In 1985, a new configuration of carbon in molecular form was observed for the first time.
This form was composed of 60 atoms arranged similarly to a soccer ball.
In 1991, another form of carbon was observed, carbon nanotubes, described as thin sheets that can be rolled and exhibit semiconductor properties.
This structural basis corresponds to graphene, defined as a sheet of carbon that is only one atom thick.
The atoms are organized in a hexagonal lattice, similar to the structure of a honeycomb.
Structure of carbon and different forms of the material
Known as a wonder material, graphene is a nanomaterial that can be obtained from different compounds or chemical elements.
In this case, it is pure carbon with distinct physical properties, although it maintains the same chemical nature.

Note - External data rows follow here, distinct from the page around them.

def snapshot(path: Path):
    """Every file below ``path`` with its size and modification time (None if absent)."""
    if not path.exists():
        return None
    if path.is_file():
        return {".": (path.stat().st_size, path.stat().st_mtime_ns)}
    return {str(p.relative_to(path)): (p.stat().st_size, p.stat().st_mtime_ns)
            for p in sorted(path.rglob("*"))}


def assert_refused(code, err, fragment):
    """Exit 2, one line naming the problem, no traceback."""
    assert code == 2, err
    lines = err.strip().splitlines()
    assert len(lines) == 1, err
    assert lines[0].startswith("hilbertune: error: ") and "Traceback" not in err
    assert fragment in lines[0], lines[0]


def write_csv(path, header, rows):
    with open(path, "w", newline="") as handle:
        writer = csv.writer(handle)
        writer.writerow(header)
        writer.writerows(rows)
    return path


@pytest.fixture(scope="module")
def moons_csv(tmp_path_factory):
    from sklearn.datasets import make_moons  # outside data: scikit-learn's generator

    X, y = make_moons(n_samples=48, noise=0.15, random_state=1)
    path = tmp_path_factory.mktemp("data") / "moons.csv"
    return write_csv(path, ["a", "b", "kind"],
                     [[f"{u:.5f}", f"{v:.5f}", "upper" if k else "lower"]
                      for (u, v), k in zip(X, y)])


@pytest.fixture(scope="module")
def finished_run(moons_csv, tmp_path_factory):
    out = tmp_path_factory.mktemp("runs") / "tiny"
    code = cli.main(["fit", "--data", str(moons_csv), "--target", "kind", "--qubits", "2",
                     "--seed", "5", "--out", str(out), "--quiet", *TINY])
    assert code == 0
    return out


@pytest.fixture
def run_copy(finished_run, tmp_path):
    """A private copy of the finished run, free to damage."""
    copy = tmp_path / "copy"
    shutil.copytree(finished_run, copy)
    return copy


def sealed(manifest: dict) -> str:
    """Manifest JSON with a matching digest of its own: what a careful forger writes."""
    manifest = {k: v for k, v in manifest.items() if k != artifacts.MANIFEST_DIGEST}
    return json.dumps({**manifest, artifacts.MANIFEST_DIGEST: artifacts.manifest_digest(manifest)})


def rehash(run_dir: Path, name: str) -> None:
    """Update the manifest entry of ``name`` so only the content check can catch it."""
    manifest = json.loads((run_dir / "manifest.json").read_text())
    manifest["artifacts"][name] = artifacts.sha256_file(run_dir / name)
    (run_dir / "manifest.json").write_text(sealed(manifest))


# --------------------------------------------------------------------------- predict

BAD_PREDICT_CSV = [
    (None, "does not exist"),
    ("", "empty"),
    (b"PK\x03\x04\x00\x00binary", "binary"),
    ("1.0,2.0\n3.0,4.0\n", "missing feature column"),            # no header
    ("a,b,b\n1,2,3\n", "duplicate column"),
    ("a,kind\n1,x\n", "missing feature column(s) ['b']"),
    ("a,b\n", "no data rows"),
    ("a,b\n1,hello\n", "not numeric"),
    ("a,b\n1,nan\n", "missing or infinite"),
    ("a,b\n1,inf\n", "missing or infinite"),
    ("a,b\n1,2,3\n", "cells but the header"),
    (",,\n,,\n", "no header row"),
    (b"a;b\n\xff\xfe\n", "not UTF-8"),
]


@pytest.mark.parametrize("content, fragment", BAD_PREDICT_CSV)
def test_predict_refuses_a_bad_csv_in_one_line(finished_run, tmp_path, capsys, content,
                                               fragment):
    path = tmp_path / "new.csv"
    if isinstance(content, bytes):
        path.write_bytes(content)
    elif content is not None:
        path.write_text(content)
    before = snapshot(finished_run)
    out = tmp_path / "predictions.csv"
    code, stdout, err = run(["predict", finished_run, path, "--out", out], capsys)
    assert_refused(code, err, fragment)
    assert not out.exists() and stdout == ""
    assert snapshot(finished_run) == before


def test_predict_refuses_a_folder_as_csv_or_as_output(finished_run, moons_csv, tmp_path,
                                                      capsys):
    code, _, err = run(["predict", finished_run, tmp_path], capsys)
    assert_refused(code, err, "is a folder")
    code, _, err = run(["predict", finished_run, moons_csv, "--out", tmp_path], capsys)
    assert_refused(code, err, "is a folder")
    assert list(tmp_path.iterdir()) == []


# --------------------------------------------------------------------------- not a run

def _interrupted_run(path: Path) -> Path:
    (path / "checkpoints").mkdir(parents=True)
    (path / "config.toml").write_text("seed = 0\n")
    return path


NOT_A_RUN = [
    ("missing", lambda p: p / "nope", "not found"),
    ("empty folder", lambda p: (p / "empty").mkdir() or p / "empty", "no manifest.json"),
    ("a file", lambda p: write_csv(p / "x.csv", ["a"], [[1]]), "is a file"),
    ("interrupted run", lambda p: _interrupted_run(p / "half"), "resumes with `hilbertune fit`"),
]


@pytest.mark.parametrize("command", ["report", "export", "reproduce", "predict"])
@pytest.mark.parametrize("label, make, fragment", NOT_A_RUN, ids=[c[0] for c in NOT_A_RUN])
def test_commands_on_something_that_is_not_a_finished_run(tmp_path, moons_csv, capsys,
                                                          command, label, make, fragment):
    target = make(tmp_path)
    before = snapshot(tmp_path)
    extra = {"predict": [moons_csv], "reproduce": ["--keep", tmp_path / "keep"],
             "export": ["--out", tmp_path / "c.qasm"], "report": []}[command]
    code, _, err = run([command, target, *extra], capsys)
    assert_refused(code, err, fragment)
    assert snapshot(tmp_path) == before  # no report, no keep dir, no export file


# --------------------------------------------------------------------------- safe artifacts

@pytest.mark.parametrize("command", ["predict", "reproduce", "export", "report"])
def test_a_modified_artifact_is_refused_by_name_on_every_reading_command(run_copy, moons_csv,
                                                                         capsys, command):
    arrays = dict(np.load(run_copy / "params.npz", allow_pickle=False))
    arrays["param_log_bandwidth"] = arrays["param_log_bandwidth"] + np.float32(0.5)
    np.savez(run_copy / "params.npz", **arrays)
    extra = [moons_csv] if command == "predict" else []
    code, _, err = run([command, run_copy, *extra], capsys)
    assert_refused(code, err, "params.npz")
    assert "modified" in err


@pytest.mark.parametrize("command", ["predict", "reproduce", "export", "report"])
def test_a_newer_format_is_refused_on_every_reading_command(run_copy, moons_csv, capsys,
                                                            command):
    manifest = json.loads((run_copy / "manifest.json").read_text())
    manifest["format_version"] = artifacts.FORMAT_VERSION + 1
    (run_copy / "manifest.json").write_text(sealed(manifest))
    extra = [moons_csv] if command == "predict" else []
    code, _, err = run([command, run_copy, *extra], capsys)
    assert_refused(code, err, "newer hilbertune")
    assert "upgrade" in err


class _Tripwire:
    """Unpickling this object creates a file: proof that a loader ran pickle."""

    def __init__(self, marker):
        self.marker = marker

    def __reduce__(self):
        return (Path.touch, (Path(self.marker),))


@pytest.mark.parametrize("command", ["predict", "reproduce"])
def test_pickled_arrays_are_never_unpickled_even_with_a_matching_hash(run_copy, moons_csv,
                                                                      tmp_path, capsys,
                                                                      command):
    marker = tmp_path / "pickle-ran"
    arrays = dict(np.load(run_copy / "params.npz", allow_pickle=False))
    arrays["param_weights"] = np.array([_Tripwire(str(marker))], dtype=object)
    np.savez(run_copy / "params.npz", **arrays)  # numpy pickles object arrays here
    rehash(run_copy, "params.npz")  # the hash matches: only the loader can refuse it
    extra = [moons_csv] if command == "predict" else []
    code, _, err = run([command, run_copy, *extra], capsys)
    assert_refused(code, err, "params.npz could not be read")
    assert not marker.exists()


@pytest.mark.parametrize("damage, fragment", [
    ("not json {", "manifest.json could not be read"),
    ("[1, 2]", "not a hilbertune manifest"),
    (sealed({"format_version": 1, "artifacts": {"../secret": "00"}}), "not a file of the run"),
    ('{"format_version": "1", "artifacts": {}}', "no valid format_version"),
    (sealed({"format_version": 1, "artifacts": {}}), "does not cover config.toml"),
    ('{"format_version": 1, "artifacts": {}}', "has no manifest_sha256"),
])
def test_a_damaged_manifest_is_refused_in_one_line(run_copy, capsys, damage, fragment):
    (run_copy / "manifest.json").write_text(damage)
    code, _, err = run(["export", run_copy], capsys)
    assert_refused(code, err, fragment)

The material is seen as a pioneer of other forms of carbon. When layers of atoms are rolled into each other to form a sphere, fullerenes emerge; when they take on a cylindrical shape, they produce nanotubes.
On the other hand, the overlap of more than 10 three-dimensional layers results in graphite.
This set of possibilities shows how graphene occupies a central position in understanding the different structures of carbon and in its practical application.
Extreme lightness, strength, and flexibility
Graphene is described as ultra-light. A single gram of the material, if spread out, would be enough to cover a soccer field. Moreover, it is 100,000 times thinner than a human hair.
Among its characteristics is the fact that it is as thick as an atom, as hard as diamond, and extremely flexible.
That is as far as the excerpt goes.